Carisa mengernyit. “Pak, serius nih saya naik motor jelek ini?”
Edgara sedang berdiri sambil memutar-mutar kunci motor tua berwarna merah marun yang catnya sudah pudar dan sedikit berkarat di sisi knalpot. “Kemarin kamu sampai ke sini naik apa emangnya?”
“Naik taxi online. Mobilku lagi di bengkel soalnya,” sahut Carisa jujur, lalu melipat tangan di d**a sambil menatap motor tua itu dengan tatapan jijik.
Edgara nyengir sambil memakai helm. “Ya udah sana, kamu pesen taxi online lagi aja kalau nggak mau naik motorku.”
Carisa refleks melirik jam tangannya. Jarum panjang sudah mendekati angka enam. Jika harus memesan dan menunggu datangnya taxi online, sudah pasti dia akan terlambat dan dosen pembimbing lapangan yang kejam itu pasti akan mencatat keterlambatan dan memberikan hukuman.
"Sial!" Carisa menggertakkan giginya pelan, lalu mendesah. “Ya udah deh, saya naik. Tapi jangan ngebut!”
Edgara mengangkat tangan seperti bersumpah. “Nggak bakal, karena motor ini emang udah terlalu tua dan enggak bisa dipake ngebut.”
Carisa mendengus kesal, degan kikuk, gadis itu menaiki motor tua itu. Dia butuh beberapa detik hanya untuk menyesuaikan posisi duduknya. Ini benar-benar pertama kalinya dia menaiki motor.
“Pegangan, Car. Kamu mau jatuh?” kata Edgara sambil menengok sedikit ke belakang.
"Iya, Pak." Carisa menghela napas panjang, lalu dengan wajah pasrah, dia memeluk pinggang Edgara, serasa agak canggung dan terlalu kaku.
Dan akhirnya, motor tua itu melaju meninggalkan halaman rumah, membawa dua orang dengan latar belakang yang bagai bumi dan langit, duduk berdempetan di atas mesin tua yang berisik.
***
"Pak, tolong anterin saya ambil mobil di bengkel ya! Motor jelekmu ditinggal di kampus aja!" seru Carisa yang baru saja masuk ke dalam ruangan Edgara tanpa mengetuk terlebih dahulu.
Edgara berdecak pelan. "Nggak mau lah! Gitu-gitu tuh motor kesayanganku yang aku beli pakai uangku sendiri dari hasil keringatku, dan dia udah nemenin aku dari zaman kuliah sampai jadi dosen kayak sekarang."
"Pak, please deh." Carisa melipat tangan di d**a. "Ayah sama Bundaku nyuruh kita makan malam bareng di rumahku."
Edgara terdiam sejenak, menghela napas pasrah. "Ya udah, ayo!"

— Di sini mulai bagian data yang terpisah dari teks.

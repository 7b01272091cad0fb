import type { Outbreak } from "./generator/types.ts";

/** People round the first cases, nearest first: neighbours of neighbours until there are enough. */
function peopleRound(outbreak: Outbreak, count: number): number[] {
  const neighbours = new Map<number, number[]>();
  for (const { personA, personB } of outbreak.exposures) {
    for (const [one, other] of [
      [personA, personB],
      [personB, personA],
    ] as const) {
      const known = neighbours.get(one);
      if (known) known.push(other);
      else neighbours.set(one, [other]);
    }
  }
  const kept = new Set<number>();
  const starts = outbreak.people.filter((person) => person.reportDate !== null);
  for (const { id } of [...starts, ...outbreak.people]) {
    const queue = [id];
    for (let next = queue.shift(); next !== undefined; next = queue.shift()) {
      if (kept.size >= count) return [...kept].sort((a, b) => a - b);
      if (kept.has(next)) continue;
      kept.add(next);
      queue.push(...(neighbours.get(next) ?? []));
    }
  }
  return [...kept].sort((a, b) => a - b);
}

/**
 * A part of an outbreak: about as many people as asked for, who belong together, with everything
 * recorded of them and between them. Pure. The story is that of the whole.
 */
export function cutOutbreak(outbreak: Outbreak, count: number): Outbreak {
  const people = peopleRound(outbreak, count);
  const personAt = new Map(people.map((id, at) => [id, at]));
  const interviews = outbreak.interviews.filter((one) => personAt.has(one.personId));
  const interviewAt = new Map(interviews.map((one, at) => [one.id, at]));
  const exposures = outbreak.exposures.filter(
    (one) =>
      personAt.has(one.personA) &&
      personAt.has(one.personB) &&
      (one.interviewId === null || interviewAt.has(one.interviewId)),
  );
  const groups = outbreak.groupExposures.filter((one) => interviewAt.has(one.interviewId));
  const used = new Set<number | null>([
    ...exposures.map((one) => one.placeId),
    ...groups.map((one) => one.placeId),
    ...people.map((id) => outbreak.people[id]?.householdPlaceId ?? null),
  ]);
  const places = outbreak.places.filter((place) => used.has(place.id));
  const placeAt = new Map(places.map((place, at) => [place.id, at]));
  const place = (id: number | null) => (id === null ? null : (placeAt.get(id) ?? null));
  const person = (id: number) => personAt.get(id) ?? 0;
  const interview = (id: number) => interviewAt.get(id) ?? 0;
  const of = <T extends { personId: number }>(rows: readonly T[]) =>
    rows
      .filter((row) => personAt.has(row.personId))
      .map((row) => ({ ...row, personId: person(row.personId) }));
  return {
    ...outbreak,
    places: places.map((one, at) => ({ ...one, id: at })),
    people: people.flatMap((id, at) => {
      const one = outbreak.people[id];
      if (!one) return [];
      const duplicateOf = one.duplicateOf === null ? null : (personAt.get(one.duplicateOf) ?? null);
      return [{ ...one, id: at, duplicateOf, householdPlaceId: place(one.householdPlaceId) }];
    }),
    classifications: of(outbreak.classifications),
    tests: of(outbreak.tests),
    checks: of(outbreak.checks),
    interviews: of(interviews).map((one, at) => ({ ...one, id: at })),
    exposures: exposures.map((one) => ({
      ...one,
      interviewId: one.interviewId === null ? null : interview(one.interviewId),
      personA: person(one.personA),
      personB: person(one.personB),
      namedBy: person(one.namedBy),
      placeId: place(one.placeId),
    })),
    groupExposures: groups.map((one) => ({
      ...one,
      interviewId: interview(one.interviewId),
      placeId: place(one.placeId),
    })),
  };
}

Setelah dari bengkel, mereka naik mobil menuju rumah Carisa. Edgara duduk di kursi penumpang sambil memangku ransel kain yang sudah mulai pudar warnanya, pria itu tampak kikuk duduk di dalam kabin mobil full kulit sintetis dan wangi parfum mahal. Sementara Carisa menyetir dengan santai sambil mendengarkan musik seperti biasa.
Beberapa menit kemudian, mobil mereka berhenti di depan sebuah rumah besar bergaya kolonial modern, dengan pagar tinggi otomatis, taman tertata rapi seperti di majalah desain interior, dan air mancur mini di dekat garasi. Edgara menatap keluar jendela mobil, pupil mata membesar, rahangnya turun sedikit. Ini adalah waktu pertama kalinya dia masuk ke dalam rumah semewah ini.

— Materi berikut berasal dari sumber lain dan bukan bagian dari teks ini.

import { type SQL, sql } from "drizzle-orm";
import type pg from "pg";
import { dayIn, now, shiftDay, startOfDayIn } from "../../server/clock.ts";
import type { Tx } from "../../server/db/with-tx.ts";
import type { InvestigationKeys } from "../../server/identity/keys.ts";
import { cutOutbreak } from "./cut-outbreak.ts";
import { generateOutbreak } from "./generator/generate-outbreak.ts";
import { loadOutbreak } from "./load-outbreak.ts";

const SEED = 60;
const PEOPLE = 60;
/** The smallest town that the generator tells a story of; practice takes a part of it. */
const TOWN = 300;
/** What the story is told with, whatever the investigation's own settings are. */
const STORY = {
  monitoringDays: 14,
  infectiousBefore: 2,
  infectiousAfter: 10,
  incubationMin: 2,
  incubationMax: 10,
};
const NOON = 12 * 60;
const EVENING = 18 * 60;

/** Which investigation is filled, for whom. */
export interface PracticeTarget {
  keys: InvestigationKeys;
  investigationId: string;
  timeZone: string;
  countryCode: string;
  /** Version of the case definition that the classifications are made with. */
  caseDefinitionVersion: number;
  /** Accounts of tracers who get the work; without any it is nobody's. */
  tracers: readonly string[];
}

/** The last day and minute of the story, and the zone's distance from UTC on that day. */
function storyEnd(timeZone: string) {
  const instant = now();
  const today = dayIn(timeZone, instant);
  const minuteOf = (day: string) =>
    Math.floor((instant.getTime() - startOfDayIn(timeZone, day).getTime()) / 60_000);
  const early = minuteOf(today) < NOON;
  const lastDay = early ? shiftDay(today, -1) : today;
  const midnight = Date.parse(`${lastDay}T00:00:00Z`);
  const offset = (midnight - startOfDayIn(timeZone, lastDay).getTime()) / 60_000;
  return {
    lastDay,
    lastMinute: early ? EVENING : Math.min(minuteOf(today), EVENING),
    timeZoneOffsetMinutes: offset,
  };
}

/** A statement with numbered parameters, as one of the transaction's own. */
function statement(text: string, values: readonly unknown[]): SQL {
  const parts = text.split(/\$(\d+)/);
  return sql.join(
    parts.map((part, at) => (at % 2 === 0 ? sql.raw(part) : sql`${values[Number(part) - 1]}`)),
    sql.raw(""),
  );
}

/** How rows of `identity` get in: by its functions, since no role has a right on its tables. */
const DOORS: Record<string, (rows: string) => SQL> = {
  "identity.person": (rows) =>
    sql`select identity.put_people(${rows}::jsonb, '[]'::jsonb, '{}'::smallint[])`,
  "identity.search_token": (rows) =>
    sql`select identity.put_people(
          (select jsonb_agg(distinct jsonb_build_object('person_id', r ->> 'person_id'))
           from jsonb_array_elements(${rows}::jsonb) r), ${rows}::jsonb, '{}'::smallint[])`,
  "identity.place": (rows) =>
    sql`select identity.put_place(r.place_id, decode(r.name_cipher, 'base64'),
          decode(r.name_token, 'base64'))
        from jsonb_to_recordset(${rows}::jsonb) as r (place_id uuid, name_cipher text, name_token text)`,
};

/** What the loader writes through: the statements it sends, with the acting supervisor's rights. */
function throughTx(tx: Tx): pg.ClientBase {
  const query = async (text: string, values: readonly unknown[] = []) => {
    // Counters of the investigation are moved by their own functions, after the rows.
    if (/^\s*update core\.investigation\b/.test(text)) return;
    const table = /^\s*insert into (\S+)/.exec(text)?.[1] ?? "";
    const door = DOORS[table];
    if (!door) await tx.execute(statement(text, values));
    else if (values[0] !== "[]") await tx.execute(door(String(values[0])));
  };
  return { query } as unknown as pg.ClientBase;
}

/**
 * Fills an empty investigation with a small invented outbreak up to today. Runs inside the caller's
 * transaction with the rights of the acting supervisor; the graph change is the caller's to record.
 */
export async function fillPractice(tx: Tx, target: PracticeTarget): Promise<void> {
  const tracers = target.tracers.length > 0 ? target.tracers : ["nobody"];
  const town = generateOutbreak({
    seed: SEED,
    people: TOWN,
    tracers,
    ...storyEnd(target.timeZone),
    ...STORY,
  });
  const outbreak = cutOutbreak(town, PEOPLE);
  await loadOutbreak(
    {
      client: throughTx(tx),
      keys: target.keys,
      investigationId: target.investigationId,
      accounts: new Map(target.tracers.map((id) => [id, id])),
      country: target.countryCode,
      caseDefinitionVersion: target.caseDefinitionVersion,
    },
    outbreak,
  );
  await tx.execute(sql`select core.next_numbers(${outbreak.places.length})`);
}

"Astaga," gumamnya pelan. "Ini rumah … atau hotel bintang lima? Mewah banget, Car."
"Ya beginilah rumahku, Pak." Carisa terkikik sambil mematikan mesin. "Turun, Pak. Jangan bengong aja! Nanti kesambet dedemit loh."
Edgara melangkah turun dengan hati-hati, memandangi sekeliling. Tiap jengkal rumah itu benar-benar menunjukkan kekayaan, memakai ubin marmer, pintu kayu jati tebal, lampu gantung kristal tergantung di balik jendela besar. Dia tahu jika Carisa itu anak orang berada, tapi dia tidak menyangka jika ternyata istrinya sekaya ini.
"Ya ampun." Edgara menggaruk tengkuk. "Pantes berulang kali kamu mengeluh waktu tinggal di rumahku. Apa rumah ini ada genset otomatisnya? Makanya nggak pernah mati lampu?"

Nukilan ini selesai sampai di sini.